Integrate SAP HANA and Hadoop for effective Big Data landscape
on 18th April, 2017
Technology has the ability to shape our world. Big Data is one of the most important technology trends that will impact our world in the coming time. By 2020 the total amount of data stored is supposed to be 50 times larger than today.
Big Data holistically covers all data, independent of whether the source is a machine sensor or social media, whereas SAP HANA is the SAP strategic platform for unifying and combining all this data. It is ideal for central data management for all applications because it is open and capable of handling not only transactional but also analytics workloads, all on one platform. Moreover, the integration capabilities in SAP HANA make it possible to combine it with other technologies (such as Hadoop and members of its family) to obtain the most suitable and effective Big Data landscape.
Power of Hadoop integrated with SAP HANA:
SAP announced the introduction of SAP HANA Vora recently. SAP HANA Vora allows customers to easily combine business data from SAP HANA with data from industrial sensors, telephone networks and other data sources that have been saved in Apache Spark. This is an important new step for SAP in the Big Data market. SAP has more than 300 different applications in the Fiori landscape, with many belonging to the category of analytical apps.
Lumira SAP is SAP’s self-service tool for data analysis and visualization. Using SAP Lumira anyone can conduct advanced analytics to gain new insights without needing IT. Every user can produce gorgeous data visualizations on their screen in an instant. Datavard’s tool called Glue functions as a middleware. It is built in ABAP, but can reach into Hadoop to move the data back and forth between SAP and Hadoop. Glue seamlessly integrates the Big Data world with SAP technology, and is the only solution available that allows users to access Hadoop through ABAP and SAP GUI.
SAP HANA + Hadoop = Instant access + Infinite scale
ETL – Extract Transform Load | OLAP – Online Analytical Processing | OLTP – Online Transaction Processing
As we have understood so far, Hadoop can store a huge amount of data. It is well suited for storing unstructured data, is good for manipulating very large files and is tolerant to hardware and software failures. But the main challenge with Hadoop is getting information out of this huge data in real time. So with the help of SAP HANA; Hadoop Integration we can also combine both structured and unstructured data, which can then be transferred to SAP HANA via a Hadoop / HANA Connector.
Data Services: Simple GUI build and run ETL process
SAP HANA Platform for managing Big Data
We all know that Big Data is a concept and HANA is software. We cannot compare the two. Big data platform performs a more complex analysis. Even HANA uses Hadoop as a big data platform when it needs to process multiple types of data.

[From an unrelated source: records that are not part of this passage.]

import { arcMm, CalcError, displacementCc, type Firing, firingSchedule, mepFromPower, type Rotation } from '../calc/live'
import { engineFields } from '../schemas/engine-fields'
import { fieldIndex, type FormValues } from '../schemas/field'
import { fieldReader } from '../schemas/read-fields'
import type { QuantityKind, UnitSystem } from '../units'
import { metByRotor } from './cap-leads'

const index = fieldIndex(engineFields)

/** A figure worked out of what is typed so far; null with what it still needs. */
export interface EngineFact {
  id: string
  label: string
  kind: QuantityKind
  value: number | null
  needs: string | null
}

export interface EngineDrawing {
  firings: Firing[] | null
  /** Why there is no schedule. */
  firingFault: string | null
  cap: { terminals: number[]; rotation: Rotation; met: number[]; inOrder: boolean } | null
}

/** Nm from kW and rpm: 60 000 / (2π). */
const nmPerKwRpm = 30_000 / Math.PI

const orNull = <T>(compute: () => T): T | null => {
  try {
    return compute()
  } catch (error) {
    if (error instanceof CalcError) return null
    throw error
  }
}

/** What stands in the form as numbers: those that cannot be read are null, whatever the others are. */
function reader(values: FormValues, system: UnitSystem) {
  const read = fieldReader(index, values, system)
  return {
    text: read.text,
    list: read.list,
    positive: (name: string) => {
      const value = read.text(name) === '' ? null : read.number(name)
      return value !== null && value > 0 ? value : null
    },
  }
}

const labelOf = (name: string) => (index.get(name)?.label ?? name).toLowerCase()

/**
 * Figures beside the engine form, from its texts: each goes on as long as its own inputs can be read.
 *
 * @param values texts of the engine form in the person's units
 * @param system units a number without one stands in
 */
export function engineFacts(values: FormValues, system: UnitSystem): EngineFact[] {
  const { positive, text } = reader(values, system)
  const all = (names: readonly string[]) => {
    const numbers = names.map(positive)
    return numbers.some((value) => value === null) ? null : numbers.map((value) => value ?? 0)
  }
  const fact = (id: string, label: string, kind: QuantityKind, names: readonly string[], compute: (numbers: number[]) => number): EngineFact => {
    const numbers = all(names)
    const value = numbers && orNull(() => compute(numbers))
    const open = names.filter((name) => positive(name) === null)
    return { id, label, kind, value, needs: value !== null ? null : `needs ${(open.length > 0 ? open : names).map(labelOf).join(', ')}` }
  }
  const cc = (cylinders = 0, boreMm = 0, strokeMm = 0) => displacementCc({ cylinders, boreMm, strokeMm })
  const size = ['cylinders', 'boreMm', 'strokeMm']
  const rated = ['ratedPowerKw', 'ratedRpm']
  const frictionName = text('frictionKind') === 'power' ? 'frictionPowerKw' : 'mechanicalEfficiency'
  const frictionKw = (ratedKw: number, given: number) => (frictionName === 'frictionPowerKw' ? given : ratedKw * (1 / given - 1))
  return [
    fact('displacement', 'Displacement', 'displacement', size, ([n, bore, stroke]) => cc(n, bore, stroke)),
    fact('torque', 'Torque at rated power', 'torque', rated, ([kw = 0, rpm = 0]) => (kw * nmPerKwRpm) / rpm),
    fact('bmep', 'Mean effective pressure at rated power', 'meanPressure', [...rated, ...size], ([kw = 0, rpm = 0, n, bore, stroke]) => mepFromPower({ powerKw: kw, displacementCc: cc(n, bore, stroke), rpm })),
    frictionName === 'frictionPowerKw'
      ? fact('efficiency', 'Mechanical efficiency at rated power', 'ratio', ['ratedPowerKw', frictionName], ([kw = 0, given = 0]) => kw / (kw + given))
      : fact('friction', 'Friction power at rated speed', 'power', ['ratedPowerKw', frictionName], ([kw = 0, given = 0]) => frictionKw(kw, given)),
    fact('markSpacing', 'One degree on the damper', 'markSpacing', ['damperDiameterMm'], ([diameter = 0]) => arcMm(diameter, 1)),
  ]
}

/** What the drawings beside the form show: firings over the cycle, and the leads on the cap. */
export function engineDrawing(values: FormValues, system: UnitSystem): EngineDrawing {
  const { list, text } = reader(values, system)
  const order = list('firingOrder')
  const intervals = text('intervalsDeg') === '' ? null : list('intervalsDeg')
  const drawing: EngineDrawing = { firings: null, firingFault: null, cap: null }
  if (order && order.length > 0 && (intervals || text('intervalsDeg') === '')) {
    try {
      drawing.firings = firingSchedule({ firingOrder: order, ...(intervals ? { intervalsDeg: intervals } : {}) })
    } catch (error) {
      if (!(error instanceof CalcError)) throw error
      drawing.firingFault = error.message
    }
  }
  const terminals = list('capTerminals')
  if (terminals && order && drawing.firings && terminals.length === order.length && new Set(terminals).size === terminals.length) {
    const rotation: Rotation = text('distributorRotation') === 'anticlockwise' ? 'anticlockwise' : 'clockwise'
    const met = metByRotor(terminals, rotation, order[0] ?? 0)
    drawing.cap = { terminals, rotation, met, inOrder: met.join() === order.join() }
  }
  return drawing
}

Simplification and Security:
Using SAP HANA as the unifying platform for all your data also simplifies system administration and software lifecycle management, thus helping to reduce the total cost of ownership.
HANA is a relational MPP (massive parallel processing) database that relies very heavily on in-memory data storage for fast writes and retrieval. It is ACID compliant, follows ANSI SQL standards, and has strict hardware specifications. Hadoop is an entire suite of open source distributed computing tools centered on a file system (HDFS) and an API (Hadoop map-reduce). It is designed to work on commodity hardware of almost any specification.
HANA has a capability of connecting with Hadoop using Smart Data Access, where it can pull data from Hadoop, merge it with org. data and can give you meaningful insights.
You can use Hadoop to store and probably analyze data, which comes outside the organization, mostly unstructured from customers in the form of comments, tweets, likes, etc from the social media, from the website, etc.
Lastly, I would conclude that HANA’s main job is to release the bottleneck we faced with traditional databases where data is in secondary memory and the processing is done in primary memory. In HANA, all data is kept in primary memory while secondary memory acts merely as a Persistent Layer, which is nothing but keeps a backup of data. All this huge Primary memory makes HANA insanely fast and costly whereas Hadoop doesn’t do any of this.
People often get confused and relate the two terms as both the platforms deal with Big Data.
However, neither of the technologies replaces the other.